***** Data provided

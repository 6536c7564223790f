#pragma once
// Parameters, tables, schedules and laws by callback.

#include <algorithm>
#include <tepor/c/impl/handles.hpp>

namespace tepor::c {

/// A law of a C program: one callback per batch, slopes its own or by differences.
class CallbackLaw final : public LawFunction {
  public:
    CallbackLaw(tepor_law_callback callback, void* user_data, std::size_t parameters, bool temperature,
                int32_t own_slope)
        : callback_(callback), user_data_(user_data), parameters_(parameters), temperature_(temperature),
          own_slope_(own_slope) {}

    int evaluate(const LawPoints& points, double* value, double* slope) const override {
        if (!slope) return call(points, value, nullptr);
        if (own_slope_ == TEPOR_SLOPE_BY_TEMPERATURE) return call(points, value, slope);
        const auto n = tepor::detail::as_size(points.count);
        if (own_slope_ == TEPOR_SLOPE_BY_ALL) {
            std::vector<double> all(lanes() * n);
            const int status = call(points, value, all.data());
            std::copy_n(all.begin(), n, slope);
            return status;
        }
        if (const int status = call(points, value, nullptr)) return status;
        if (temperature_) return difference(points, law_temperature_lane, slope);
        std::fill_n(slope, n, 0.0);
        return 0;
    }

    int derivatives(const LawPoints& points, double* derivative) const override {
        if (own_slope_ == TEPOR_SLOPE_BY_ALL) {
            const auto n = tepor::detail::as_size(points.count);
            std::vector<double> value(n);
            std::fill_n(derivative, lanes() * n, 0.0);
            return call(points, value.data(), derivative);
        }
        for (int lane = 0; lane < static_cast<int>(lanes()); ++lane)
            if (const int status = difference(points, lane, derivative + lane * points.count)) return status;
        return 0;
    }

  private:
    [[nodiscard]] std::size_t lanes() const { return law_parameter_lane + parameters_; }

    int call(const LawPoints& p, double* value, double* slope) const {
        const tepor_points points{static_cast<std::size_t>(p.count),
                                  temperature_ ? p.temperature : nullptr,
                                  p.fluid,
                                  p.x,
                                  p.y,
                                  p.time,
                                  p.parameters,
                                  parameters_};
        return callback_(&points, value, slope, user_data_);
    }

    /// Central differences of the whole batch; the steps are those of laws of plain doubles in C++.
    int difference(const LawPoints& p, int lane, double* out) const {
        const auto n = tepor::detail::as_size(p.count);
        std::vector<double> moved(n);
        std::vector<double> step(n);
        std::vector<double> parameters(p.parameters, p.parameters + parameters_);
        std::vector<double> above(n);
        std::vector<double> below(n);
        LawPoints at = p;
        at.parameters = parameters.data();
        const double* from = lane == law_temperature_lane ? p.temperature
                             : lane == law_fluid_lane     ? p.fluid
                             : lane == law_x_lane         ? p.x
                             : lane == law_y_lane         ? p.y
                                                          : nullptr;
        if (lane < law_parameter_lane && !from) {
            for (std::size_t i = 0; i < n; ++i) out[i] = 0.0;
            return 0;
        }
        double* const parameter =
            lane < law_parameter_lane ? nullptr : &parameters[tepor::detail::as_size(lane - law_parameter_lane)];
        const double centre = parameter ? *parameter : 0.0;
        if (!parameter)
            (lane == law_temperature_lane ? at.temperature
             : lane == law_fluid_lane     ? at.fluid
             : lane == law_x_lane         ? at.x
                                          : at.y) = moved.data();
        for (std::size_t i = 0; i < n; ++i)
            step[i] = parameter ? (centre != 0.0 ? 6.0e-6 * std::abs(centre) : tepor::detail::difference_step(centre))
                                : tepor::detail::difference_step(from[i]);
        for (const double sign : {1.0, -1.0}) {
            if (parameter)
                *parameter = centre + sign * (n > 0 ? step[0] : 0.0);
            else
                for (std::size_t i = 0; i < n; ++i) moved[i] = from[i] + sign * step[i];
            if (const int status = call(at, (sign > 0.0 ? above : below).data(), nullptr)) return status;
        }
        for (std::size_t i = 0; i < n; ++i) out[i] = (above[i] - below[i]) / (2.0 * step[i]);
        return 0;
    }

    tepor_law_callback callback_;
    void* user_data_;
    std::size_t parameters_;
    bool temperature_;
    int32_t own_slope_;
};

} // namespace tepor::c

extern "C" {

tepor_status tepor_parameter_create(tepor_session* session, const char* name, double value, tepor_parameter** out) {
    return tepor::c::run(session, name && out, [&] { *out = new tepor_parameter{tepor::Parameter(name, value)}; });
}
void tepor_parameter_free(tepor_parameter* parameter) {
    delete parameter;
}

tepor_value tepor_nothing(void) {
    return {0, 0, 0.0, nullptr};
}
tepor_value tepor_number(double number) {
    return {1, 0, number, nullptr};
}
tepor_value tepor_kelvin(double temperature) {
    return {4, 0, temperature, nullptr};
}
tepor_value tepor_of(const tepor_parameter* parameter) {
    return {2, 0, 0.0, parameter};
}
tepor_value tepor_by(const tepor_function* function) {
    return {3, 0, 0.0, function};
}

tepor_status tepor_table_create(tepor_session* session, const double* temperature, const double* value, size_t count,
                                int32_t hold, tepor_function** out) {
    return tepor::c::run(session, temperature && value && out, [&] {
        std::vector<tepor::TablePoint> points;
        for (size_t i = 0; i < count; ++i) points.push_back({temperature[i], value[i]});
        *out =
            new tepor_function{tepor::table(std::move(points), hold ? tepor::Outside::hold : tepor::Outside::refuse)};
    });
}

tepor_status tepor_schedule_create(tepor_session* session, const double* time, const double* value, size_t count,
                                   int32_t ramps, tepor_function** out) {
    return tepor::c::run(session, time && value && out, [&] {
        std::vector<tepor::ScheduleEntry> entries;
        for (size_t i = 0; i < count; ++i) entries.push_back({time[i], value[i]});
        *out = new tepor_function{
            tepor::schedule(std::move(entries), ramps ? tepor::Between::ramps : tepor::Between::steps)};
    });
}

tepor_status tepor_law_create(tepor_session* session, const char* name, tepor_law_callback callback, void* user_data,
                              const tepor_parameter* const* parameters, size_t parameter_count, tepor_law_kind kind,
                              tepor_own_slope own_slope, tepor_function** out) {
    return tepor::c::run(session, name && callback && out && (parameters || parameter_count == 0), [&] {
        std::vector<tepor::Parameter> list;
        for (size_t i = 0; i < parameter_count; ++i) {
            if (!parameters[i]) tepor::c::misuse("a parameter of the law is NULL");
            list.push_back(parameters[i]->parameter);
        }
        if (kind != TEPOR_LAW_OF_PLACE && kind != TEPOR_LAW_OF_TEMPERATURE && kind != TEPOR_LAW_OF_TIME)
            tepor::c::misuse("the kind of the law is no tepor_law_kind");
        if (own_slope < TEPOR_SLOPE_BY_DIFFERENCES || own_slope > TEPOR_SLOPE_BY_ALL)
            tepor::c::misuse("own_slope is no tepor_own_slope");
        const bool temperature = kind == TEPOR_LAW_OF_TEMPERATURE;
        auto function =
            std::make_shared<const tepor::c::CallbackLaw>(callback, user_data, parameter_count, temperature, own_slope);
        const tepor::Law law(std::move(function), std::move(list), {temperature, kind != TEPOR_LAW_OF_TIME, true},
                             own_slope == TEPOR_SLOPE_BY_ALL);
        *out = new tepor_function{law.named(name)};
    });
}
void tepor_function_free(tepor_function* function) {
    delete function;
}

} // extern "C"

**********

Find "misuse" in the preceding records. Copy each line that holds it.

Finished task:
            if (!parameters[i]) tepor::c::misuse("a parameter of the law is NULL");
            tepor::c::misuse("the kind of the law is no tepor_law_kind");
            tepor::c::misuse("own_slope is no tepor_own_slope");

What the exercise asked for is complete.